*** Block opens ***

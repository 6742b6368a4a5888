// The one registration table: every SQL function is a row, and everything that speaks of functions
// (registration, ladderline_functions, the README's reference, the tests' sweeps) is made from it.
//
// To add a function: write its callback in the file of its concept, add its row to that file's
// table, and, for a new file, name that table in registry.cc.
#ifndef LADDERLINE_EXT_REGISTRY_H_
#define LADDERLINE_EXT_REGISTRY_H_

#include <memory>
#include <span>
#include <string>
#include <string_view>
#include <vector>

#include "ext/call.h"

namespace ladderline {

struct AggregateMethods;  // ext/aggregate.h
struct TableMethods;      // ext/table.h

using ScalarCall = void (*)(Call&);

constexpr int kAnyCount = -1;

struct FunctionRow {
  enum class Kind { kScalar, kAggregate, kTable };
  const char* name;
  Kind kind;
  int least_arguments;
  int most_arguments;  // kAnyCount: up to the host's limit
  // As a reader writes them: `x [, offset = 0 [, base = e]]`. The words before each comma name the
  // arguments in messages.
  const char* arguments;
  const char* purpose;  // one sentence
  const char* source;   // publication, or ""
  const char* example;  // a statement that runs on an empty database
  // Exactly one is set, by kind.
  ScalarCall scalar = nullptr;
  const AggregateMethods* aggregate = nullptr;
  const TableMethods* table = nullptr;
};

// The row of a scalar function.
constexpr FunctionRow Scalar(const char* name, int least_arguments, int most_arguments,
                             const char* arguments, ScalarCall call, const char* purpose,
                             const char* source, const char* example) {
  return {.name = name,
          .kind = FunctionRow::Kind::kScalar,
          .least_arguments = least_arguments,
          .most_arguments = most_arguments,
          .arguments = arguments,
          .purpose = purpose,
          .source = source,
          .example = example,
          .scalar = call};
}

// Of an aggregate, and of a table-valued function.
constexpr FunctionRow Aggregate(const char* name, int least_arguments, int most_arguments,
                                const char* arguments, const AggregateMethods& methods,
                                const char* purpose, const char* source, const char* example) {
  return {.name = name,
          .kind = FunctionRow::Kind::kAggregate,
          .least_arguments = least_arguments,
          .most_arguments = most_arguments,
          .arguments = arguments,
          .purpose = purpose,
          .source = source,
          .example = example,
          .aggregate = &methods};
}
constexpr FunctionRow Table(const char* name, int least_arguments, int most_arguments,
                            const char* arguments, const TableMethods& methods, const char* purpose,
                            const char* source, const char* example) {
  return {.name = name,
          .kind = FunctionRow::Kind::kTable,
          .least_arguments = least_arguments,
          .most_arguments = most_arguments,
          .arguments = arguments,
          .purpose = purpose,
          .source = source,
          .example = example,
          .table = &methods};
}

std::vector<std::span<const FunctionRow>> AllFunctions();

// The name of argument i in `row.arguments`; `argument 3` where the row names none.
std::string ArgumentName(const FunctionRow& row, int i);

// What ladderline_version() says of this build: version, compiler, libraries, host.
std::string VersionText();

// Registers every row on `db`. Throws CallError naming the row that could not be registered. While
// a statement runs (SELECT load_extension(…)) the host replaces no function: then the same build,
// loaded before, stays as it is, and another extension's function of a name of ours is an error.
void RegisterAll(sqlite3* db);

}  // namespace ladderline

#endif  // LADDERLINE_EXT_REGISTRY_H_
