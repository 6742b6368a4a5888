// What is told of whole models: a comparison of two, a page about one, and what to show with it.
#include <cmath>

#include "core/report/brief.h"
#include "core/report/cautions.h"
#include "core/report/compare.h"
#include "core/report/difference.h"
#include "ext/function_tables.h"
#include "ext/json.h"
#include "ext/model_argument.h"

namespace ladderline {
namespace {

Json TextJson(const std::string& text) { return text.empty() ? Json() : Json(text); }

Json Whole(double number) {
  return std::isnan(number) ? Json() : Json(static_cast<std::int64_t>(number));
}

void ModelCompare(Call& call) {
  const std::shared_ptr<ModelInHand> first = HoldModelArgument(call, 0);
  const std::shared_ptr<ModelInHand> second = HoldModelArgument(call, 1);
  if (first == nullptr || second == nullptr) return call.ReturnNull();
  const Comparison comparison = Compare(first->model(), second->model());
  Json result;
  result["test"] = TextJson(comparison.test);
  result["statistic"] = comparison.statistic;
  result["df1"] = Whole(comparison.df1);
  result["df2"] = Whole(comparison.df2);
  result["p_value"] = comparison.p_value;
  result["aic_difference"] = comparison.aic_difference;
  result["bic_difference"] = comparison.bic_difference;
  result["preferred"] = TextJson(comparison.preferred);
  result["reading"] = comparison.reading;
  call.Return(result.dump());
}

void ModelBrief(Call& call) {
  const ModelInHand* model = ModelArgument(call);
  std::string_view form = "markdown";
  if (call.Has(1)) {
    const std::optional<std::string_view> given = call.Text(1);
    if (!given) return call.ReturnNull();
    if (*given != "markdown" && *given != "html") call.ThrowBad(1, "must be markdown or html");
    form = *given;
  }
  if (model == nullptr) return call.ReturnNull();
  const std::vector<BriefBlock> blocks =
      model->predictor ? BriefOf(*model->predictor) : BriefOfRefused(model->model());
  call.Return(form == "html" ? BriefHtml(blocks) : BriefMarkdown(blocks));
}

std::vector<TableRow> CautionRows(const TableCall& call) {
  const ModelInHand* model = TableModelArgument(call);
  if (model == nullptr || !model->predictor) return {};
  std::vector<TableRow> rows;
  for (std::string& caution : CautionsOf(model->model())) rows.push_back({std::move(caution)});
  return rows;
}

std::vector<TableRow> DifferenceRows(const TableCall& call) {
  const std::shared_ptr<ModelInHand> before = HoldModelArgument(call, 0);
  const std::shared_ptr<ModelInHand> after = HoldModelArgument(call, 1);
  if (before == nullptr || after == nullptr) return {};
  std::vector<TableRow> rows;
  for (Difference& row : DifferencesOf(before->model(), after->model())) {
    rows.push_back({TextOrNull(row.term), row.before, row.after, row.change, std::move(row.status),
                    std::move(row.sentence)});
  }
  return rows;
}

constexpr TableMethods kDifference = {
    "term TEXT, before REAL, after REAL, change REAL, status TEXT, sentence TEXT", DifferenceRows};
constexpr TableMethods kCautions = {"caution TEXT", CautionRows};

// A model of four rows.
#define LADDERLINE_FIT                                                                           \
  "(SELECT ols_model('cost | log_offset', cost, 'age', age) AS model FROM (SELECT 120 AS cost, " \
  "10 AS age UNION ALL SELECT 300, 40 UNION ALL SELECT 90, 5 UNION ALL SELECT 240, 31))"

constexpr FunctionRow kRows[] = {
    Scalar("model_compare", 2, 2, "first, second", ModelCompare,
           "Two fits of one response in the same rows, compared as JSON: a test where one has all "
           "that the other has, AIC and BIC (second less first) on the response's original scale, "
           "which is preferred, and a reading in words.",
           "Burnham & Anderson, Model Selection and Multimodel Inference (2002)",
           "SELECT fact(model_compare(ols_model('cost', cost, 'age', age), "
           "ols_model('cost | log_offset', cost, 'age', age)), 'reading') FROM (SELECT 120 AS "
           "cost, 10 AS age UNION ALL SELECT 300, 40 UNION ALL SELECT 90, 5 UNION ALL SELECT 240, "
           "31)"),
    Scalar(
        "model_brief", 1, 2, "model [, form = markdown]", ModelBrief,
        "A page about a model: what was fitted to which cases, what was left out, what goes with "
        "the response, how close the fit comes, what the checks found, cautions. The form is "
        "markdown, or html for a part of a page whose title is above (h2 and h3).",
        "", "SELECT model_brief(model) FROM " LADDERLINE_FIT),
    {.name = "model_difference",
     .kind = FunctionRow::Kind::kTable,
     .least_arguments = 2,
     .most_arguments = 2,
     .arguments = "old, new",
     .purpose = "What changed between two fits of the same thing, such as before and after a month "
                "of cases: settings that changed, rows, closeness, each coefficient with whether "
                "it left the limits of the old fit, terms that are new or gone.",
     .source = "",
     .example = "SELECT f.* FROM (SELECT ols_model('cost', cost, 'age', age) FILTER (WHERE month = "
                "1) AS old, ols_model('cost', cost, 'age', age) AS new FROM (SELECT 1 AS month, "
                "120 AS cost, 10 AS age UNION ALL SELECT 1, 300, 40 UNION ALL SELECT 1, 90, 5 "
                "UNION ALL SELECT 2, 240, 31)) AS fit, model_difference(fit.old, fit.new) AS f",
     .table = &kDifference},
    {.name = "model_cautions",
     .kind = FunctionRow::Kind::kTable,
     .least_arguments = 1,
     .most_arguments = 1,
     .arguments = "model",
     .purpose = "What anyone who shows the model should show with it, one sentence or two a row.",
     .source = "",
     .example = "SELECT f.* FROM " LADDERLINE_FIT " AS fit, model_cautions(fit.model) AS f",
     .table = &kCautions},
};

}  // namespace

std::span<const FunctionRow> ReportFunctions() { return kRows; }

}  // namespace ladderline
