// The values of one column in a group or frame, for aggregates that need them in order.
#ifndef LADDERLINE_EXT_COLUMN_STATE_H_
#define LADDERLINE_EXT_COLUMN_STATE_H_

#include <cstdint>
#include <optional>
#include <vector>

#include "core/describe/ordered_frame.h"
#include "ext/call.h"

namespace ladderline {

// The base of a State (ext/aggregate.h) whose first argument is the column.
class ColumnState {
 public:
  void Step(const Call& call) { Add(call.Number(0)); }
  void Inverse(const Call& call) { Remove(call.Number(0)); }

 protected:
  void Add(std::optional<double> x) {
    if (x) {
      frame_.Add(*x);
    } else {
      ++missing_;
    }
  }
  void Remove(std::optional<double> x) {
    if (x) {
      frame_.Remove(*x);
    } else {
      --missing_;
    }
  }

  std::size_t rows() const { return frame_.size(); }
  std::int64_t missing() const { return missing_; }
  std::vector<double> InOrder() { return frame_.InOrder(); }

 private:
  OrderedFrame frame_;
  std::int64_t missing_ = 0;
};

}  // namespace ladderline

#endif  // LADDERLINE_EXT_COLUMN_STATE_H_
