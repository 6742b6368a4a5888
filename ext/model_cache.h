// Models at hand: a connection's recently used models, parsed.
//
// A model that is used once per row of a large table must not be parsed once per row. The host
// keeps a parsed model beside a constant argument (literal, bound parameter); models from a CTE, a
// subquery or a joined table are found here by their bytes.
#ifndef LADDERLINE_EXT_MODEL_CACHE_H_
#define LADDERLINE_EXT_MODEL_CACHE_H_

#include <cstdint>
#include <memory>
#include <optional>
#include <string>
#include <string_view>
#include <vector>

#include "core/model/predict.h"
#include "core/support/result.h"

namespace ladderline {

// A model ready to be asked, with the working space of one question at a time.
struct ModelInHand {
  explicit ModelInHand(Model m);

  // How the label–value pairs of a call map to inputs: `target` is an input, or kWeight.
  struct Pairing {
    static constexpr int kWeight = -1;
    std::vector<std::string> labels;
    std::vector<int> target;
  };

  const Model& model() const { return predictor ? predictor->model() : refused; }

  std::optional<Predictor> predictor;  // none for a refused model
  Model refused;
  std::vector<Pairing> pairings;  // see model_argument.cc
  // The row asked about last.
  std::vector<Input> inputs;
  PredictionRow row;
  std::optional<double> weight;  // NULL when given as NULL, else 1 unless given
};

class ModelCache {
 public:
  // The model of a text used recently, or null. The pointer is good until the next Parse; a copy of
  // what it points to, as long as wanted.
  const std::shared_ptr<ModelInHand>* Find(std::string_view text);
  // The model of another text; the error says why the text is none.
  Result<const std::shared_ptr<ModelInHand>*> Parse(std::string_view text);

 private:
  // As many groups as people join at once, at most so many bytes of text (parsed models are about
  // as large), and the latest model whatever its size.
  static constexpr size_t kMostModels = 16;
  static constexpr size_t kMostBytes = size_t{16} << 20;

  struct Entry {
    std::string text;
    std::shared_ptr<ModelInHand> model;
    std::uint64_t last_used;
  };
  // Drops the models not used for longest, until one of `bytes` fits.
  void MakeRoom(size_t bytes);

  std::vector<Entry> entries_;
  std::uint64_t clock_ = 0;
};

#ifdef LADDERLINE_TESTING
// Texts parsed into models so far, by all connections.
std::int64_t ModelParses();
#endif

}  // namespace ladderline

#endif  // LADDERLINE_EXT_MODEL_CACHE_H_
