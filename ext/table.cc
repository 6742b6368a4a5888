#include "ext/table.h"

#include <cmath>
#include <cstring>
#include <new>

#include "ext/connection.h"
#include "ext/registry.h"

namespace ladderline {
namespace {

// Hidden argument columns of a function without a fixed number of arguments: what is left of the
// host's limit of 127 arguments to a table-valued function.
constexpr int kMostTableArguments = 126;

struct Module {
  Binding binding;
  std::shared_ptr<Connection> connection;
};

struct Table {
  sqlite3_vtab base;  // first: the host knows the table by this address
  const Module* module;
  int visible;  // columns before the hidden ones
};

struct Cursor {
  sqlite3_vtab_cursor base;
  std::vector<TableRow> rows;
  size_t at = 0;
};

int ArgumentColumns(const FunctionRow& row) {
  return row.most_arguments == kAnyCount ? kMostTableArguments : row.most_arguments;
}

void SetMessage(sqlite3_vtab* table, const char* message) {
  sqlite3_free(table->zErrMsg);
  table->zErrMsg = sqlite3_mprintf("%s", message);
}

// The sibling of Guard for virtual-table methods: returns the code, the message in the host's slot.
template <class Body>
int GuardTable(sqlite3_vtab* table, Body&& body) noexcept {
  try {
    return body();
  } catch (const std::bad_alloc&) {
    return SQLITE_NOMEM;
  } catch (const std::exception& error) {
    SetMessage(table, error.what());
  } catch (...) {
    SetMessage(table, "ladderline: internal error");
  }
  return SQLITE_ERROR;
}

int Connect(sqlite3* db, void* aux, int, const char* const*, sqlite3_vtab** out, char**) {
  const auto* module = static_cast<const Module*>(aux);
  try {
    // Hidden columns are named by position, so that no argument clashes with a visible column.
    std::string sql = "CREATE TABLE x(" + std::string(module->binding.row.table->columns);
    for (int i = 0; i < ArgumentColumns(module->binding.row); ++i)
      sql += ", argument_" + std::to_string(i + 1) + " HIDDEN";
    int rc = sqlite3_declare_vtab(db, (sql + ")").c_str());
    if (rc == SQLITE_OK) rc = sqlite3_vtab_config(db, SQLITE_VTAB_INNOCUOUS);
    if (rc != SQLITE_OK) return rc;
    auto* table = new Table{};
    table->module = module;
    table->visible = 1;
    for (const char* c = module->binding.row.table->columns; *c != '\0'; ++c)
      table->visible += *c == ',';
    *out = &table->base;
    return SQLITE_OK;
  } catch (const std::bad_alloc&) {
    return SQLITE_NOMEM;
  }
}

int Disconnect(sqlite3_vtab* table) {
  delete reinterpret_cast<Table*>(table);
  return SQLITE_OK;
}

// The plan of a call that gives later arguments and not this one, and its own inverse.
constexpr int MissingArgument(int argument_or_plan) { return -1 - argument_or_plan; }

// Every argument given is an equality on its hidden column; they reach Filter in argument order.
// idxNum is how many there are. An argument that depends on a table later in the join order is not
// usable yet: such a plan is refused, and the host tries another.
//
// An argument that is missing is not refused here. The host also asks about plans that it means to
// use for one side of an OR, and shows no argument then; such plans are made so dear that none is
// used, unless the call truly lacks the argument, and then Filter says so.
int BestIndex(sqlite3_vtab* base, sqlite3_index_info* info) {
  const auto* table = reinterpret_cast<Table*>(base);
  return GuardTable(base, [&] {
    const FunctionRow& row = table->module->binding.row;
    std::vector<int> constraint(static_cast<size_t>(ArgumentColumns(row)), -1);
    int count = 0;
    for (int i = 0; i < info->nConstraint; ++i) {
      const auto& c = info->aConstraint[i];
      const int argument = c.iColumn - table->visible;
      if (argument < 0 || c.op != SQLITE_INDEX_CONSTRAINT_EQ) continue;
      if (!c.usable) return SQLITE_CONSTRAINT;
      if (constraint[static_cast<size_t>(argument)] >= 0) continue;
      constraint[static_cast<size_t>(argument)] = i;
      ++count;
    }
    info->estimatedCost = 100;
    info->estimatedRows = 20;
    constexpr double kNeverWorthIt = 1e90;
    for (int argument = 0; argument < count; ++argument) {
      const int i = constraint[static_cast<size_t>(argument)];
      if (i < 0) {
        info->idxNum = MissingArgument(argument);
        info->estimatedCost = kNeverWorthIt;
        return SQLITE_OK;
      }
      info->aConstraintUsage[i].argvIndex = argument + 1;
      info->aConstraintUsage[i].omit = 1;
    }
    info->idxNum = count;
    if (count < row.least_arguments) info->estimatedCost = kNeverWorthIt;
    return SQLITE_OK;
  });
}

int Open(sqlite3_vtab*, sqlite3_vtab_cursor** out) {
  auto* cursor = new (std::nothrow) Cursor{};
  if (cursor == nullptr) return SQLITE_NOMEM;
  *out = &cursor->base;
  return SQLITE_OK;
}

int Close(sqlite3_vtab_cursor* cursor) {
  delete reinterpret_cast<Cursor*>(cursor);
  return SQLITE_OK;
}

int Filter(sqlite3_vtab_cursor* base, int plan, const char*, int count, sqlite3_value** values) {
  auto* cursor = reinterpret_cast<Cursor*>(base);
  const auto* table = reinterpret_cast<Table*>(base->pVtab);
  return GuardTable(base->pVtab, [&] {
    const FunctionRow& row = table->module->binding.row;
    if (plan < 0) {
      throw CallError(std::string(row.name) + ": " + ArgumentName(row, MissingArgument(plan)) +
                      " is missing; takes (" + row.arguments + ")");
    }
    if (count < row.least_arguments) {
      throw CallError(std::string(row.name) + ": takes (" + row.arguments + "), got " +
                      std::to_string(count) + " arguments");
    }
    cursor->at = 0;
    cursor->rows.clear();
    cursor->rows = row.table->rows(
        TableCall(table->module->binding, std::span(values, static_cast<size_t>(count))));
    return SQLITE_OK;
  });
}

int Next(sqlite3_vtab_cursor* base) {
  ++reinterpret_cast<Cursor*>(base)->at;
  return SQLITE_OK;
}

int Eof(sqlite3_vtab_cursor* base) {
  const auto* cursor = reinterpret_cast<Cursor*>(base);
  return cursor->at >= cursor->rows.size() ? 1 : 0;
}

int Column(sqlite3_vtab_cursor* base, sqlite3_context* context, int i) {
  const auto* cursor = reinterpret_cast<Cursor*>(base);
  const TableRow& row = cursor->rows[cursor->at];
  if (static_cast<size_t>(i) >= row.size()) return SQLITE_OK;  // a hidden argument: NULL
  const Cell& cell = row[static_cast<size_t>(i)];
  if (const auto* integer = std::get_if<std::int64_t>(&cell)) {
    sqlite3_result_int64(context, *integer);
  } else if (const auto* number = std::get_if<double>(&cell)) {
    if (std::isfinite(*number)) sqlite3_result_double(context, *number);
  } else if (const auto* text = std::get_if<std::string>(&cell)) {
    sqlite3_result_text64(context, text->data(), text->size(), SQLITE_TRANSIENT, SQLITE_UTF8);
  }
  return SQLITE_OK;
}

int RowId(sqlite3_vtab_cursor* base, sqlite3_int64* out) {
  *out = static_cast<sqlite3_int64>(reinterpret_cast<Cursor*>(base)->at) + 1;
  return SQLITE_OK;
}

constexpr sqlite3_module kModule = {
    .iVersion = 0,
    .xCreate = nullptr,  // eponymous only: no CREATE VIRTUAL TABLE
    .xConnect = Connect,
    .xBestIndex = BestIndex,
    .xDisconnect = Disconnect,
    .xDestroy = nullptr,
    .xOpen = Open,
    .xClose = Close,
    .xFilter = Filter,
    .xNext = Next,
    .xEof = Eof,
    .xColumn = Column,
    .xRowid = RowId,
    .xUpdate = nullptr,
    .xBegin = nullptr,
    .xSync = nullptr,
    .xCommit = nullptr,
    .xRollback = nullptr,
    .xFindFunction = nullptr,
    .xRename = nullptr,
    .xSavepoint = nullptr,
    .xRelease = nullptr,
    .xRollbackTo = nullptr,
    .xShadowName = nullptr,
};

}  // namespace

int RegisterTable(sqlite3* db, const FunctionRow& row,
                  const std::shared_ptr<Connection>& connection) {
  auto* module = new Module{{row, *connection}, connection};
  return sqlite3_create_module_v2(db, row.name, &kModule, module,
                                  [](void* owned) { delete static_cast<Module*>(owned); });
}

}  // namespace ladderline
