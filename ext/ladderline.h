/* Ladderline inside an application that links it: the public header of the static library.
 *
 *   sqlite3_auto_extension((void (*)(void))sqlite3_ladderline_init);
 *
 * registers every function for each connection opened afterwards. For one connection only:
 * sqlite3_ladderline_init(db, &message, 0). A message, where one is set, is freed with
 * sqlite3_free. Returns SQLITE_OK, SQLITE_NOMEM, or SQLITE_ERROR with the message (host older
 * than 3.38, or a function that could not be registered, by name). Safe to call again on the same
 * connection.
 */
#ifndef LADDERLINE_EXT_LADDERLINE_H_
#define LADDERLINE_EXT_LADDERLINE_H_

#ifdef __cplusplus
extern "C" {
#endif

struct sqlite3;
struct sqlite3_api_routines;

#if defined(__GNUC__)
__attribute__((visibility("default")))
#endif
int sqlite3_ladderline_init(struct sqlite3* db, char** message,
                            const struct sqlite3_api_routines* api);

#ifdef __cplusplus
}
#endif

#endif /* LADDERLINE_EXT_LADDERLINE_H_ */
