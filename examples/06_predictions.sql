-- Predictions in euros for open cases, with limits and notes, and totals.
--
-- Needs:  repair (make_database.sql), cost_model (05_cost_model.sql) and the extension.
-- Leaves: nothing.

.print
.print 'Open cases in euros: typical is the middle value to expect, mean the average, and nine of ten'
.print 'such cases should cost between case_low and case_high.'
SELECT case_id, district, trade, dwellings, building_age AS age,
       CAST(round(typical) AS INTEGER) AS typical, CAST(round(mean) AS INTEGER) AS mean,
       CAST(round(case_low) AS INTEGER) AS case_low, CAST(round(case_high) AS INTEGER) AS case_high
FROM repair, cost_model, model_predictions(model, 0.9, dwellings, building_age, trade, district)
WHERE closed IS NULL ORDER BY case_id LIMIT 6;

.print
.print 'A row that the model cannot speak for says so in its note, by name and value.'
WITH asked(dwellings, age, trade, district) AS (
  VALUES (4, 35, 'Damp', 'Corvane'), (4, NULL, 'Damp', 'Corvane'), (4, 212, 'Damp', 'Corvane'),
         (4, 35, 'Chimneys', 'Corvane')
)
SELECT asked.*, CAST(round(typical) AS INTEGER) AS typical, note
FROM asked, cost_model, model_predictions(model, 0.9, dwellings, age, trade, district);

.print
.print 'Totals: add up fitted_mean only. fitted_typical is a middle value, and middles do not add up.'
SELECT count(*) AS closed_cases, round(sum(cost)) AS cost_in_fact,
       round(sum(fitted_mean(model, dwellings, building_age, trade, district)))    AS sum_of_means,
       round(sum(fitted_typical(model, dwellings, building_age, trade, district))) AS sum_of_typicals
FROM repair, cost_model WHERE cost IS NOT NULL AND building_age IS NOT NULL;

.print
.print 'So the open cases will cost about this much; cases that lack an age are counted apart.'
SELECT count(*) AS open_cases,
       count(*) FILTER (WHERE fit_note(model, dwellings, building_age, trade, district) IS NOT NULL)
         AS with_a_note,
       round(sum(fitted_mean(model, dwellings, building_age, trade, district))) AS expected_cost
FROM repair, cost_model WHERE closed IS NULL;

*** Block closes ***

__What you have to do__: Search the data above for the string "limits" and copy each line that has it.

__Problem solution__:
                "it left the limits of the old fit, terms that are new or gone.",
-- Predictions in euros for open cases, with limits and notes, and totals.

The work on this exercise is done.